RUNNING a small business is tough enough, but try doing it without phone or internet for three weeks.
That has been the reality for Moe based real estate agency Latrobe Properties which has been offline since 18 January due to a botched transition to the National Broadband Network.
Business director Julie Reed said she had lost at least $30,000 in revenue while waiting for a fix from her internet and phone service provider, Commander.
In the interim the business has paid for wi-fi hotspot modems for internet connectivity and had landline calls diverted through Ms Reed’s mobile phone.
She said the company’s phone plan allowed for up to 1000 calls per month, a number it needed to make in order to remain financially viable, and the business was bleeding without telecommunications.
“For the past three weeks I have had no phones, faxes, scanning, internet or computers, and trying to run my business on one mobile phone, while five staff members and myself are slowly going round the twist,” Ms Reed said.
“I know I’m not an overly large business but my wage pool is still quite high and we need to be productive, and when you’re not productive you’re going backwards.
“There’s a lot of stress and frustration.”
After being flooded with NBN marketing, Ms Reed said she upgraded late last year and was connected to the high speed network on 20 December.
She said the service worked until 18 January, when a Commander technician came out to tinker with the connection, which was when the business “lost everything”.

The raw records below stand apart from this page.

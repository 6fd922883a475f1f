/* eslint-disable @typescript-eslint/no-explicit-any -- tests read JSON bodies loosely */
import { afterAll, beforeAll, describe, expect, test } from 'vitest';
import { DEMO_PROPERTIES } from '../../seeds/data/demo-accounts';
import { testDb } from '../helpers/db';
import { HttpClient, signedInAs } from '../helpers/http';
import { call, otherFirmOwner, removeJobs, type ErrorBody, removeOtherFirm } from '../helpers/jobs';
import { newJurisdictionWithInspector, removeJurisdiction, submittedJob } from '../helpers/workflow';

const db = testDb();
const created: string[] = [];

let owner: HttpClient;
let homeowner: HttpClient;
let admin: HttpClient;
let other: Awaited<ReturnType<typeof otherFirmOwner>>;
let ahj: Awaited<ReturnType<typeof newJurisdictionWithInspector>>;
let elsewhere: Awaited<ReturnType<typeof newJurisdictionWithInspector>>;

beforeAll(async () => {
	[owner, homeowner, admin] = await Promise.all([
		signedInAs('owner'),
		signedInAs('homeowner'),
		signedInAs('admin'),
	]);
	other = await otherFirmOwner();
	ahj = await newJurisdictionWithInspector(db);
	elsewhere = await newJurisdictionWithInspector(db);
}, 60_000);

afterAll(async () => {
	await removeJobs(db, created);
	await removeJurisdiction(db, ahj);
	await removeJurisdiction(db, elsewhere);
	await removeOtherFirm(db, other);
	await db.destroy();
});

/** A job stored as submitted revision 1 to the test's jurisdiction, at the demo homeowner's address, in a given status. */
async function jobIn(status: string) {
	const job = await submittedJob(db, owner, ahj.jurisdictionId, {
		status: status as never,
		address: DEMO_PROPERTIES.penhallow,
	});
	created.push(job.id);
	return job;
}

const move = (jobId: string, action: string, client: HttpClient, extra: Record<string, unknown> = {}) =>
	call<any>(client, 'POST', `/api/jobs/${jobId}/transitions`, { action, ...extra });

async function stateOf(jobId: string) {
	const job = await db('jobs').where({ id: jobId }).first('status', 'assigned_inspector_id');
	const audit = await db('audit_log').where({ job_id: jobId, entity: 'status' }).count({ n: '*' });
	return { ...job, moves: Number(audit[0]!.n) };
}

const who = {
	contractor: () => owner,
	inspector: () => ahj.client,
	homeowner: () => homeowner,
	administrator: () => admin,
	'another firm': () => other.client,
	'an inspector of another jurisdiction': () => elsewhere.client,
	'the signed-out': () => new HttpClient(),
};
type Who = keyof typeof who;

// [action, from, allowed actor, to]
const MOVES: [string, string, Who, string][] = [
	['withdraw', 'submitted', 'contractor', 'withdrawn'],
	['withdraw', 'in-review', 'contractor', 'withdrawn'],
	['withdraw', 'corrections', 'contractor', 'withdrawn'],
	['start-review', 'submitted', 'inspector', 'in-review'],
	['start-review', 'resubmitted', 'inspector', 'in-review'],
	['close', 'final-passed', 'inspector', 'closed'],
];

describe('the simple moves', () => {
	test.each(MOVES)(
		'%s from %s by the %s moves the job to %s and records it',
		async (action, from, by, to) => {
			const job = await jobIn(from);
			const res = await move(job.id, action, who[by](), { note: 'Moved in a test.' });
			expect(res.status).toBe(200);
			expect(res.body).toMatchObject({ from, to });
			const state = await stateOf(job.id);
			expect(state.status).toBe(to);
			if (action === 'start-review') expect(state.assigned_inspector_id).toBe(ahj.userId);
			const audit = await db('audit_log')
				.where({ job_id: job.id, entity: 'status' })
				.first('before', 'after', 'user_id');
			expect(audit).toMatchObject({
				before: { status: from },
				after: { status: to, action, note: 'Moved in a test.' },
				user_id: by === 'contractor' ? expect.any(String) : ahj.userId,
			});
		},
	);

	const refusals: [string, string, Who, number][] = [];
	for (const [action, from, by] of MOVES.filter((m, i, all) => all.findIndex((x) => x[0] === m[0]) === i)) {
		for (const w of Object.keys(who) as Who[]) {
			if (w === by) continue;
			const status =
				w === 'the signed-out'
					? 401
					: w === 'another firm' || w === 'an inspector of another jurisdiction'
						? 404
						: 403;
			refusals.push([action, from, w, status]);
		}
	}
	test.each(refusals)(
		'%s from %s is refused to %s (%i) and changes nothing',
		async (action, from, w, status) => {
			const job = await jobIn(from);
			const before = await stateOf(job.id);
			expect((await move(job.id, action, who[w]())).status).toBe(status);
			expect(await stateOf(job.id)).toEqual(before);
		},
	);

	test.each([
		['withdraw', 'approved', 'contractor', []],
		['withdraw', 'draft', 'contractor', ['submit']],
		['start-review', 'in-review', 'inspector', ['request-corrections', 'approve']],
		['close', 'in-review', 'inspector', ['request-corrections', 'approve']],
		['close', 'rough-in-passed', 'inspector', ['pass-final', 'fail-final']],
	] as [string, string, Who, string[]][])(
		'%s from %s answers 409 with the moves the %s may make instead',
		async (action, from, w, allowed) => {
			const job = await jobIn(from);
			if (from === 'draft') await db('jobs').where({ id: job.id }).update({ current_revision: 1 });
			const before = await stateOf(job.id);
			const res = await call<ErrorBody>(who[w](), 'POST', `/api/jobs/${job.id}/transitions`, { action });
			expect(res.status).toBe(409);
			expect(res.body.error.current).toMatchObject({ status: from });
			expect((res.body.error.current!.allowed as { action: string }[]).map((a) => a.action)).toEqual(allowed);
			expect(await stateOf(job.id)).toEqual(before);
		},
	);

	test.each([
		['submit', /submissions/],
		['resubmit', /submissions/],
		['approve', /decision/],
		['request-corrections', /decision/],
		['pass-rough-in', /inspections/],
		['fail-final', /inspections/],
		['finish', /choose a move/i],
	])('sends %s to its own endpoint with a 400, changing nothing', async (action, message) => {
		const job = await jobIn('in-review');
		const before = await stateOf(job.id);
		const res = await call<ErrorBody>(ahj.client, 'POST', `/api/jobs/${job.id}/transitions`, { action });
		expect(res.status).toBe(400);
		expect(JSON.stringify(res.body.error)).toMatch(message);
		expect(await stateOf(job.id)).toEqual(before);
	});
});

describe('the workflow state', () => {
	test('gives each side its own moves and the history oldest first, with who and when', async () => {
		const job = await jobIn('submitted');
		expect((await move(job.id, 'start-review', ahj.client)).status).toBe(200);
		expect((await move(job.id, 'withdraw', owner)).status).toBe(200);
		const mine = await call(owner, 'GET', `/api/jobs/${job.id}/workflow`);
		expect(mine.status).toBe(200);
		expect(mine.body).toMatchObject({
			status: 'withdrawn',
			label: 'Withdrawn',
			currentRevision: 1,
			permitNumber: '',
		});
		expect(mine.body.moves.map((m: any) => m.action)).toEqual(['submit']);
		expect(mine.body.timeline.map((e: any) => [e.entity, e.after.status, e.user?.name])).toEqual([
			['status', 'in-review', ahj.name],
			['status', 'withdrawn', 'Marisol Quenby'],
		]);
		expect(Date.parse(mine.body.timeline[0].at)).toBeLessThanOrEqual(Date.parse(mine.body.timeline[1].at));
		const theirs = await call(ahj.client, 'GET', `/api/jobs/${job.id}/workflow`);
		expect(theirs.body.moves).toEqual([]);
		for (const c of [homeowner, admin]) {
			const res = await call(c, 'GET', `/api/jobs/${job.id}/workflow`);
			expect(res.status).toBe(200);
			expect(res.body.moves).toEqual([]);
		}
		expect((await call(elsewhere.client, 'GET', `/api/jobs/${job.id}/workflow`)).status).toBe(404);
		expect((await call(other.client, 'GET', `/api/jobs/${job.id}/workflow`)).status).toBe(404);
		expect((await call(new HttpClient(), 'GET', `/api/jobs/${job.id}/workflow`)).status).toBe(401);
	});
});
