describe('changing and deleting sketches', () => {
	test('a caption edit from a stale version is refused with 409 and the current sketch', async () => {
		const { body } = await upload(owner, [{ name: 'plan.png', type: 'image/png', bytes: png }], {
			caption: 'First',
		});
		const sketch = body.sketches[0]!;
		try {
			const first = await owner.json<{ sketch: SketchJson }>(`/api/sketches/${sketch.id}`, {
				method: 'PATCH',
				body: JSON.stringify({ caption: 'Ground floor, as found', roomId, version: 1 }),
			});
			expect(first.status).toBe(200);
			expect(first.body.sketch).toMatchObject({ caption: 'Ground floor, as found', roomId, version: 2 });

			const stale = await owner.json<ErrorBody>(`/api/sketches/${sketch.id}`, {
				method: 'PATCH',
				body: JSON.stringify({ caption: 'Overwrite', version: 1 }),
			});
			expect(stale.status).toBe(409);
			expect(stale.body.error.current?.version).toBe(2);
			expect(await db('sketches').where({ id: sketch.id }).first('caption', 'version')).toEqual({
				caption: 'Ground floor, as found',
				version: 2,
			});
			expect(await db('audit_log').where({ entity_id: sketch.id, action: 'update' }).count('* as n')).toEqual(
				[{ n: '1' }],
			);
		} finally {
			await removeAllSketches();
		}
	});

	test.each([
		['a caption over 200 characters', { caption: 'x'.repeat(201), version: 1 }, 'caption', /at most 200/],
		['a room id that is not an id', { roomId: 'kitchen', version: 1 }, 'roomId', /Choose a room/],
		['a missing version', { caption: 'ok' }, 'version', /version/],
	])('a change with %s is refused and changes nothing', async (_label, patch, field, message) => {
		const { body } = await upload(owner, [{ name: 'plan.png', type: 'image/png', bytes: png }], {
			caption: 'Kept',
		});
		const sketch = body.sketches[0]!;
		try {
			const res = await owner.json<ErrorBody>(`/api/sketches/${sketch.id}`, {
				method: 'PATCH',
				body: JSON.stringify(patch),
			});
			expect(res.status).toBe(400);
			expect(res.body.error.fields?.[field]?.join(' ')).toMatch(message);
			expect(await db('sketches').where({ id: sketch.id }).first('caption', 'version')).toEqual({
				caption: 'Kept',
				version: 1,
			});
		} finally {
			await removeAllSketches();
		}
	});

	test('deleting a sketch removes its row, its file and its thumbnail', async () => {
		const { body } = await upload(owner, [{ name: 'plan.png', type: 'image/png', bytes: png }]);
		const sketch = body.sketches[0]!;
		const row = await db('sketches').where({ id: sketch.id }).first('stored_name');
		const file = path.join(uploads, jobId, row.stored_name);
		expect(fs.existsSync(file) && fs.existsSync(`${file}.thumb.png`)).toBe(true);

		const res = await owner.fetch(`/api/sketches/${sketch.id}`, { method: 'DELETE' });
		expect(res.status).toBe(204);
		expect(await db('sketches').where({ id: sketch.id }).first()).toBeUndefined();
		expect(fs.existsSync(file)).toBe(false);
		expect(fs.existsSync(`${file}.thumb.png`)).toBe(false);
		expect((await owner.fetch(sketch.urls.file)).status).toBe(404);
		expect(await db('audit_log').where({ entity_id: sketch.id, action: 'delete' }).count('* as n')).toEqual([
			{ n: '1' },
		]);
		await removeAllSketches();
	});
});

describe('the demo job', () => {
	test('comes with its two floor-plan sketches, stored beside it and matching their checksums', async () => {
		const job = await db('jobs').where({ name: DEMO_JOB_DOCUMENT.name }).first('id');
		const listed = await homeowner.json<{ sketches: SketchJson[] }>(`/api/jobs/${job.id}/sketches`);
		expect(listed.status).toBe(200);
		expect(listed.body.sketches.map((s) => [s.originalName, s.contentType])).toEqual([
			['first-floor.png', 'image/png'],
			['basement.png', 'image/png'],
		]);
		for (const sketch of listed.body.sketches) {
			const seeded = fs.readFileSync(path.resolve('seeds/data/sketches', sketch.originalName));
			const served = Buffer.from(await (await homeowner.fetch(sketch.urls.file)).arrayBuffer());
			expect(sha256(served)).toBe(sha256(seeded));
			expect(sketch.sha256).toBe(sha256(seeded));
			expect((await homeowner.fetch(sketch.urls.thumbnail!)).headers.get('content-type')).toBe('image/png');
		}
		const rooms = await db('rooms')
			.whereIn(
				'id',
				listed.body.sketches.map((s) => s.roomId!),
			)
			.pluck('name');
		expect(rooms.sort()).toEqual(['Basement', 'Kitchen']);
	});
});
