import { afterAll, beforeAll, describe, expect, test } from 'vitest';
import { DEMO_JOB_DOCUMENT } from '../../seeds/data/demo-job';
import { testDb } from '../helpers/db';
import { HttpClient, signedInAs } from '../helpers/http';
import {
	call,
	circuitAt,
	loadOf,
	mainPanel,
	newJob,
	otherFirmOwner,
	removeJobs,
	type ErrorBody,
	removeOtherFirm,
} from '../helpers/jobs';

const db = testDb();
const created: string[] = [];
let owner: HttpClient;
let homeowner: HttpClient;
let other: Awaited<ReturnType<typeof otherFirmOwner>>;

beforeAll(async () => {
	[owner, homeowner] = await Promise.all([signedInAs('owner'), signedInAs('homeowner')]);
	other = await otherFirmOwner();
});

afterAll(async () => {
	await removeJobs(db, created);
	await removeOtherFirm(db, other);
	await db.destroy();
});

type Load = { id: string; version: number; description: string; va: number | null; [k: string]: unknown };

/** The load as the save endpoint takes it: the whole load with its id and version. */
const asItem = ({ circuitId: _c, jobId: _j, ...rest }: Load) => rest;

/**
 * A fresh job with a kitchen and a 20-space main panel, and a 20 A kitchen circuit added together
 * with two loads through POST /api/panels/[id]/circuits.
 */
async function fixture() {
	const job = (await call(owner, 'POST', '/api/jobs', newJob())).body.job;
	created.push(job.id);
	const room = (
		await call(owner, 'POST', `/api/jobs/${job.id}/rooms`, { name: 'Kitchen', type: 'kitchen', areaFt2: 200 })
	).body.room;
	const panel = (await call(owner, 'POST', `/api/jobs/${job.id}/panels`, mainPanel())).body.panel;
	const res = await call(owner, 'POST', `/api/panels/${panel.id}/circuits`, {
		...circuitAt(1, { roomIds: [room.id], breakerType: 'dual-function', label: 'Kitchen counter' }),
		loads: [
			loadOf({ description: 'Counter receptacles', roomIds: [room.id] }),
			loadOf({ kind: 'fixed-appliance', description: 'Disposal', quantity: 1, va: 600 }),
		],
	});
	expect(res.status).toBe(201);
	const { circuit, loads } = res.body as { circuit: { id: string; version: number }; loads: Load[] };
	return { job, room, panel, circuit, loads };
}

/** Everything of one job that a save could change, to assert that a refused save wrote nothing. */
async function snapshot(jobId: string) {
	const circuits = await db('circuits as c')
		.join('panels as p', 'p.id', 'c.panel_id')
		.where('p.job_id', jobId)
		.orderBy('c.id')
		.select('c.*');
	const ids = circuits.map((c) => c.id);
	const loads = await db('loads').whereIn('circuit_id', ids).orderBy('id');
	const loadRooms = await db('load_rooms')
		.whereIn(
			'load_id',
			loads.map((l) => l.id),
		)
		.orderBy(['load_id', 'ordinal']);
	const circuitRooms = await db('circuit_rooms')
		.whereIn('circuit_id', ids)
		.orderBy(['circuit_id', 'ordinal']);
	const audit = await db('audit_log').where({ job_id: jobId }).count<{ count: string }[]>('* as count');
	return { circuits, loads, loadRooms, circuitRooms, audit: Number(audit[0]!.count) };
}

const auditOf = async (entityId: string) =>
	(await db('audit_log').where({ entity_id: entityId }).orderBy('id').pluck('action')) as string[];

describe('adding a breaker with its loads', () => {
	test('writes the circuit and every load in one request, with an audit row each', async () => {
		const { circuit, loads, room } = await fixture();
		expect(circuit).toMatchObject({ position: 1, label: 'Kitchen counter', version: 1 });
		expect(loads.map((l) => [l.description, l.va, l.version])).toEqual([
			['Counter receptacles', 180, 1],
			['Disposal', 600, 1],
		]);
		expect(loads[0]!.roomIds).toEqual([room.id]);
		expect(await db('loads').where({ circuit_id: circuit.id }).count<{ count: string }[]>('* as n')).toEqual([
			{ n: '2' },
		]);
		expect(await auditOf(circuit.id)).toEqual(['create']);
		for (const l of loads) expect(await auditOf(l.id)).toEqual(['create']);
	});

	test('refuses a bad load in the batch with its path and adds neither the breaker nor any load', async () => {
		const { job, panel } = await fixture();
		const before = await snapshot(job.id);
		const res = await call<ErrorBody>(owner, 'POST', `/api/panels/${panel.id}/circuits`, {
			...circuitAt(3),
			loads: [loadOf(), loadOf({ kind: 'dryer', va: 5000, voltage: 240 })],
		});
		// A 1-pole breaker in a 120/240 V panel supplies 120 V only (NEC 210.19, 220.5: a 240 V load needs both legs).
		expect(res.status).toBe(400);
		expect(res.body.error.fields?.['loads.1.voltage']?.join(' ')).toMatch(/240 V load cannot be supplied/);
		expect(await snapshot(job.id)).toEqual(before);
	});
});

describe('saving a circuit with its loads (PUT /api/circuits/[id]/with-loads)', () => {
	test('changes the circuit, updates, adds and deletes loads in one go, leaving unchanged loads alone', async () => {
		const { circuit, loads } = await fixture();
		const [counter, disposal] = loads as [Load, Load];
		const third = (
			await call(
				owner,
				'POST',
				`/api/circuits/${circuit.id}/loads`,
				loadOf({ description: 'Island', va: 360 }),
			)
		).body.load as Load;
		const res = await call(owner, 'PUT', `/api/circuits/${circuit.id}/with-loads`, {
			version: circuit.version,
			label: 'Kitchen counter, east',
			lengthFt: 55,
			loads: [
				{ ...asItem(counter), va: 200 },
				asItem(third),
				loadOf({ kind: 'small-appliance', description: 'Coffee maker', quantity: 1, va: 1200 }),
			],
			deleteLoads: [{ id: disposal.id, version: disposal.version }],
		});
		expect(res.status).toBe(200);
		expect(res.body.circuit).toMatchObject({ label: 'Kitchen counter, east', lengthFt: 55, version: 2 });
		expect(res.body.loads.map((l: Load) => [l.description, l.va, l.version])).toEqual([
			['Counter receptacles', 200, 2],
			['Island', 360, 1],
			['Coffee maker', 1200, 1],
		]);
		const inDb = await db('loads')
			.where({ circuit_id: circuit.id })
			.orderBy('seq')
			.select('description', 'va');
		expect(inDb.map((l) => [l.description, Number(l.va)])).toEqual([
			['Counter receptacles', 200],
			['Island', 360],
			['Coffee maker', 1200],
		]);
		expect(await auditOf(circuit.id)).toEqual(['create', 'update']);
		expect(await auditOf(counter.id)).toEqual(['create', 'update']);
		expect(await auditOf(disposal.id)).toEqual(['create', 'delete']);
		expect(await auditOf(third.id)).toEqual(['create']);
		const coffee = res.body.loads[2] as Load;
		expect(await auditOf(coffee.id)).toEqual(['create']);
	});

	test('leaves the circuit at its version when only a load changes', async () => {
		const { circuit, loads } = await fixture();
		const res = await call(owner, 'PUT', `/api/circuits/${circuit.id}/with-loads`, {
			version: circuit.version,
			loads: [asItem(loads[0]!), { ...asItem(loads[1]!), quantity: 2 }],
		});
		expect(res.status).toBe(200);
		expect(res.body.circuit.version).toBe(1);
		expect(res.body.loads.map((l: Load) => l.version)).toEqual([1, 2]);
		expect(await auditOf(circuit.id)).toEqual(['create']);
	});

	test.each([
		[
			'a load with no rating',
			() => ({ kind: 'lighting', quantity: 1, voltage: 120 }),
			'loads.1.va',
			/give the rating/,
		],
		['a load of quantity 0', () => loadOf({ quantity: 0 }), 'loads.1.quantity', /./],
		[
			'a 240 V load on a 1-pole circuit',
			() => loadOf({ kind: 'dryer', va: 5000, voltage: 240 }),
			'loads.1.voltage',
			/240 V load cannot be supplied/,
		],
		[
			'a room of another job',
			() => loadOf({ roomIds: ['00000000-0000-4000-8000-000000000000'] }),
			'loads.1.roomIds.0',
			/no room of this job/,
		],
	])('refuses %s with the path and writes nothing', async (_what, bad, field, message) => {
		const { job, circuit, loads } = await fixture();
		const before = await snapshot(job.id);
		const res = await call<ErrorBody>(owner, 'PUT', `/api/circuits/${circuit.id}/with-loads`, {
			version: circuit.version,
			label: 'Renamed in a refused save',
			loads: [{ ...asItem(loads[0]!), va: 999 }, bad(), loadOf({ description: 'Would be new' })],
			deleteLoads: [{ id: loads[1]!.id, version: loads[1]!.version }],
		});
		expect(res.status).toBe(400);
		expect(res.body.error.code).toBe('validation');
		expect(res.body.error.fields?.[field]?.join(' ')).toMatch(message);
		expect(await snapshot(job.id)).toEqual(before);
		expect((await db('circuits').where({ id: circuit.id }).first()).label).toBe('Kitchen counter');
	});

	test('refuses a bad circuit field with its path and writes nothing', async () => {
		const { job, circuit, loads } = await fixture();
		const before = await snapshot(job.id);
		const res = await call<ErrorBody>(owner, 'PUT', `/api/circuits/${circuit.id}/with-loads`, {
			version: circuit.version,
			ratingA: 17,
			loads: loads.map(asItem),
		});
		// 17 A is not a standard rating (NEC 240.6(A) lists 15, 20, 25, ...).
		expect(res.status).toBe(400);
		expect(res.body.error.fields?.ratingA?.join(' ')).toMatch(/240\.6/);
		expect(await snapshot(job.id)).toEqual(before);
	});

	test.each([
		['the circuit is stale', 'circuit'],
		['a load is stale', 'load'],
		['a load was added by someone else', 'added'],
		['a load was deleted by someone else', 'deleted'],
	])('answers 409 with the current circuit and loads when %s, and writes nothing', async (_what, how) => {
		const { job, circuit, loads } = await fixture();
		if (how === 'circuit')
			await call(owner, 'PATCH', `/api/circuits/${circuit.id}`, { version: 1, label: 'Changed meanwhile' });
		if (how === 'load')
			await call(owner, 'PATCH', `/api/loads/${loads[0]!.id}`, {
				version: 1,
				description: 'Changed meanwhile',
			});
		if (how === 'added')
			await call(
				owner,
				'POST',
				`/api/circuits/${circuit.id}/loads`,
				loadOf({ description: 'Added meanwhile' }),
			);
		if (how === 'deleted') await call(owner, 'DELETE', `/api/loads/${loads[1]!.id}`, { version: 1 });
		const before = await snapshot(job.id);
		const res = await call<ErrorBody>(owner, 'PUT', `/api/circuits/${circuit.id}/with-loads`, {
			version: 1,
			label: 'My label',
			loads: [{ ...asItem(loads[0]!), va: 240 }, asItem(loads[1]!), loadOf({ description: 'Mine' })],
		});
		expect(res.status).toBe(409);
		expect(res.body.error.code).toBe('conflict');
		const current = res.body.error.current as { circuit: { id: string; label: string }; loads: Load[] };
		expect(current.circuit.id).toBe(circuit.id);
		expect(current.circuit.label).toBe(how === 'circuit' ? 'Changed meanwhile' : 'Kitchen counter');
		const descriptions = current.loads.map((l) => l.description);
		if (how === 'load') expect(descriptions).toContain('Changed meanwhile');
		if (how === 'added') expect(descriptions).toContain('Added meanwhile');
		if (how === 'deleted') expect(descriptions).not.toContain('Disposal');
		expect(await snapshot(job.id)).toEqual(before);
	});

	test('refuses homeowners (403), other firms (404) and the signed out (401), writing nothing', async () => {
		const demoJob = await db('jobs').where({ name: DEMO_JOB_DOCUMENT.name }).first('id');
		const demoCircuit = await db('circuits as c')
			.join('panels as p', 'p.id', 'c.panel_id')
			.where('p.job_id', demoJob.id)
			.first('c.id', 'c.version', 'c.label');
		const before = await snapshot(demoJob.id);
		const body = { version: demoCircuit.version, label: 'Not theirs to change', loads: [] };
		const path = `/api/circuits/${demoCircuit.id}/with-loads`;
		const asHomeowner = await call<ErrorBody>(homeowner, 'PUT', path, body);
		expect(asHomeowner.status).toBe(403);
		const asOtherFirm = await call<ErrorBody>(other.client, 'PUT', path, body);
		expect(asOtherFirm.status).toBe(404);
		expect(asOtherFirm.body.error.code).toBe('not_found');
		expect((await call(new HttpClient(), 'PUT', path, body)).status).toBe(401);
		const demoPanel = await db('panels').where({ job_id: demoJob.id }).first('id');
		const addAsOther = await call(other.client, 'POST', `/api/panels/${demoPanel.id}/circuits`, {
			...circuitAt(41),
			loads: [loadOf()],
		});
		expect(addAsOther.status).toBe(404);
		expect(await snapshot(demoJob.id)).toEqual(before);
	});

	test('answers 404 for an unknown circuit', async () => {
		const res = await call(owner, 'PUT', '/api/circuits/00000000-0000-4000-8000-000000000000/with-loads', {
			version: 1,
			loads: [],
		});
		expect(res.status).toBe(404);
	});
});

Three batches of modems have been issued since which have not solved the problem.
Ms Reed said communicating with Commander had been frustrating, with long hold times, no return calls and at one point “point blank” refusal to send a technician.
She compared the NBN rollout to the failed ‘home insulation scheme’ as the new government debacle, following several residential and commercial complaints with the service’s implementation and stability to date.
She said she had contacted the telecommunications ombudsman and had applied for a hearing at VCAT over the matter.
“I recommend anyone else going through this to do the same; this is the only way we may get something done to prevent further disruption to all of the small businesses in the Valley,” Ms Reed said.
“The government is spending millions in retraining staff in the Latrobe Valley while sending small business broke with the NBN roll out… and every job in the Valley right now counts.”
Ms Reed’s advice to Valley businesses was to give the NBN a “wide berth” until its stability was proven.
Network owner operator NBN Corporation, which acts as a wholesaler to ISPs, said the onus in this case was on Commander.
Retail service providers place orders with NBN and go to the owner/operator for resolutions when their customers have issues.
NBN Co Manager State Corporate Affairs for Victoria Michael Moore said Latrobe Properties was connected before Christmas but Commander “has not raised any issues with NBN in relation to the service”.
“We have been in contact with the business operator and have confirmed that this is not a network issue and therefore needs to be resolved by their retail service provider,” Mr Moore said.
“We have been advised that the retail service provider was working on-site (yesterday) to resolve this issue.”
The Express contacted Commander for comment but the company did not reply by the time of going to print.